// Return true when `cursor` starts inside a macro expansion.
bool from_macro(CXCursor cursor) {
    const CXSourceLocation start = clang_getRangeStart(clang_getCursorExtent(cursor));
    unsigned spelling = 0;
    CXFile spelling_file = nullptr;
    clang_getSpellingLocation(start, &spelling_file, nullptr, nullptr, &spelling);
    CXFile expansion_file = nullptr;
    const unsigned expansion = expansion_offset(start, &expansion_file);
    return spelling != expansion || spelling_file != expansion_file;
}

// A file's flags from the compile database, split: the language flags (-x, -std, -D, -U) also
// key the precompiled headers.
struct FileFlags {
    std::vector<std::string> language;
    std::vector<std::string> other;
    bool has_include = false; // an -include flag: no precompiled header then
};

FileFlags file_flags(Language language, const ParseContext& context, const std::string& path) {
    FileFlags split;
    split.language = {"-x", language == Language::c ? "c" : "c++"};
    bool has_std = false;
    if (const auto* found = flags_for(context, path)) {
        for (const std::string& flag : *found) {
            if (flag.rfind("-std=", 0) == 0) {
                has_std = true;
                split.language.push_back(flag);
            } else if (flag.rfind("-D", 0) == 0 || flag.rfind("-U", 0) == 0) {
                split.language.push_back(flag);
            } else {
                split.has_include = split.has_include || flag == "-include";
                split.other.push_back(flag);
            }
        }
    }
    if (!has_std) {
        split.language.insert(split.language.begin() + 2,
                              language == Language::c ? "-std=gnu11" : "-std=c++17");
    }
    return split;
}

} // namespace

struct Lexer::Impl {
    IndexHandle index{clang_createIndex(1, 0)};
    std::map<const ParseContext*, PreparedContext> prepared;
    MainFileStandIns stand_ins;    // outlives the live units that read its files
    std::set<std::string> seen;    // main paths parsed before (reuse starts at a path's second
                                   // version: a file seen once would pay for a preamble for
                                   // nothing)
    std::set<std::string> refused; // main paths with errors before their main code
                                   // (errors_before_main_code): never reparsed from a preamble
    std::list<LiveUnit> live;      // most recently used first
    std::size_t live_limit = 0;
    SharedHeaderCache shared_headers;

    // Take the live unit built under `key` out of the list, or null.
    TranslationUnitHandle take_live(const std::string& key) {
        for (auto it = live.begin(); it != live.end(); ++it) {
            if (it->key == key) {
                TranslationUnitHandle unit = std::move(it->unit);
                live.erase(it);
                return unit;
            }
        }
        return TranslationUnitHandle();
    }

    void keep_live(std::string key, TranslationUnitHandle unit) {
        live.push_front({std::move(key), std::move(unit)});
        while (live.size() > live_limit) {
            live.pop_back();
        }
    }

    // Parse `main_path` from scratch with `args` and `pch` (when not empty) over `unsaved`; a
    // precompiled header libclang refuses is discarded (`pch` cleared) and the file parsed
    // without it. Null when libclang gives no unit.
    TranslationUnitHandle parse_fresh(const std::string& main_path,
                                      const std::vector<std::string>& args, std::string& pch,
                                      std::vector<CXUnsavedFile>& unsaved, unsigned options,
                                      const std::string& path) {
        TranslationUnitHandle unit;
        for (int attempt = 0; attempt < 2 && !unit; ++attempt) {
            std::vector<std::string> attempt_args = args;
            if (!pch.empty()) {
                attempt_args.push_back("-include-pch");
                attempt_args.push_back(pch);
            }
            std::vector<const char*> argv;
            for (const std::string& arg : attempt_args) {
                argv.push_back(arg.c_str());
            }
            CXTranslationUnit raw = nullptr;
            const CXErrorCode code = clang_parseTranslationUnit2(
                index.get(), main_path.c_str(), argv.data(), static_cast<int>(argv.size()),
                unsaved.data(), static_cast<unsigned>(unsaved.size()), options, &raw);
            unit.reset(code == CXError_Success ? raw : nullptr);
            if (code != CXError_Success && raw != nullptr) {
                clang_disposeTranslationUnit(raw);
            }
            if (pch.empty()) {
                break;
            }
            if (pch_refused(unit.get())) {
                spdlog::debug("precompiled header \"{}\" refused for \"{}\": parsing without it",
                              pch, path);
                discard_precompiled_header(pch);
                pch.clear();
                unit.reset();
            }
        }
        return unit;
    }

    const PreparedContext& prepare(const ParseContext& context) {
        PreparedContext& entry = prepared[&context];
        const SourceFile* data = context.headers.empty() ? nullptr : context.headers.data();
        if (entry.header_data == data && entry.header_count == context.headers.size() &&
            (data != nullptr || !entry.include_flags.empty())) {
            return entry;
        }
        entry = PreparedContext{};
        entry.header_data = data;
        entry.header_count = context.headers.size();
        entry.virtual_paths.reserve(context.headers.size());
        for (const SourceFile& header : context.headers) {
            entry.virtual_paths.push_back(k_virtual_root + header.path);
        }
        for (std::size_t i = 0; i < context.headers.size(); ++i) {
            entry.unsaved.push_back(
                {entry.virtual_paths[i].c_str(), context.headers[i].content.data(),
                 static_cast<unsigned long>(context.headers[i].content.size())});
        }
        for (const std::string& folder : context.include_dirs) {
            entry.include_flags.push_back("-I" + std::string(k_virtual_root) + folder);
        }
        if (entry.include_flags.empty()) {
            entry.include_flags.push_back("-I" + std::string(k_virtual_root));
        }
        // A digest of the header paths: a unit is reused only with the same set of in-memory
        // files. Their contents may differ: libclang checks every file its preamble read
        // (size and MD5 of each unsaved buffer) and builds the preamble anew when one changed;
        // the headers after the preamble are read from the new buffers on every reparse.
        FnvDigest digest;
        for (const SourceFile& header : context.headers) {
            digest.add_field(header.path);
        }
        entry.header_digest =
            std::to_string(context.headers.size()) + "." + std::to_string(digest.value());
        return entry;
    }
};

------

▶ **Work request**: Look above for the line with "const CXSourceLocation start"; retype exactly that line, every line after it up to the line with "CXFile expansion_file = nullptr;", and that line too, nothing else.

▶ **Response**:
    const CXSourceLocation start = clang_getRangeStart(clang_getCursorExtent(cursor));
    unsigned spelling = 0;
    CXFile spelling_file = nullptr;
    clang_getSpellingLocation(start, &spelling_file, nullptr, nullptr, &spelling);
    CXFile expansion_file = nullptr;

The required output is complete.